(Stored data entries)
// kth returns the difference of 0-based rank k in ascending order.
func (s *grpDiffSel[T]) kth(k int64) T {
	x, y := s.x, s.y
	m, n := len(x), len(y)
	for i := range s.lo {
		s.lo[i], s.hi[i] = 0, int32(n)
	}
	below, top := int64(0), int64(m)*int64(n)
	gatherAt := int64(max(m+n, 4096))
	for {
		c := top - below
		if c <= gatherAt {
			g := s.gathered[:0]
			for i, xi := range x {
				for j := n - int(s.hi[i]); j < n-int(s.lo[i]); j++ {
					g = append(g, xi-y[j])
				}
			}
			slices.Sort(g)
			s.gathered = g
			return g[k-below]
		}
		// random sample of the band
		var acc int64
		for i := 0; i < m; i++ {
			s.pref[i] = acc
			acc += int64(s.hi[i] - s.lo[i])
		}
		s.pref[m] = acc
		ns := int(min(c, 1<<13))
		smp := s.sample[:0]
		for t := 0; t < ns; t++ {
			u := s.rng.Int64N(c)
			i := sort.Search(m, func(r int) bool { return s.pref[r+1] > u }) // row holding u
			j := n - int(s.hi[i]) + int(u-s.pref[i])
			smp = append(smp, x[i]-y[j])
		}
		slices.Sort(smp)
		s.sample = smp
		f := float64(k-below) / float64(c) * float64(ns)
		d := 2 * math.Sqrt(float64(ns))
		ia := int(max(0, math.Floor(f-d)))
		ib := int(min(float64(ns-1), math.Ceil(f+d)))
		a, b := smp[ia], smp[ib]
		tla := s.stair(a, true, s.tl)
		thb := s.stair(b, false, s.th)
		switch {
		case k < tla: // below a
			s.hi, s.tl = s.tl, s.hi
			top = tla
		case k >= thb: // above b
			s.lo, s.th = s.th, s.lo
			below = thb
		default:
			if a == b {
				return a
			}
			if thb-tla >= c { // no progress (ties at both ends): one pivot
				pv := smp[int(min(float64(ns-1), max(0, f)))]
				lt := s.stair(pv, true, s.tl)
				le := s.stair(pv, false, s.th)
				switch {
				case k < lt:
					s.hi, s.tl = s.tl, s.hi
					top = lt
				case k >= le:
					s.lo, s.th = s.th, s.lo
					below = le
				default:
					return pv
				}
				continue
			}
			s.lo, s.tl = s.tl, s.lo
			s.hi, s.th = s.th, s.hi
			below, top = tla, thb
		}
	}
}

**What is needed**
Copy the lines that hold the word "stair". Take them from the records above.

**Answer for this exercise**
		tla := s.stair(a, true, s.tl)
		thb := s.stair(b, false, s.th)
				lt := s.stair(pv, true, s.tl)
				le := s.stair(pv, false, s.th)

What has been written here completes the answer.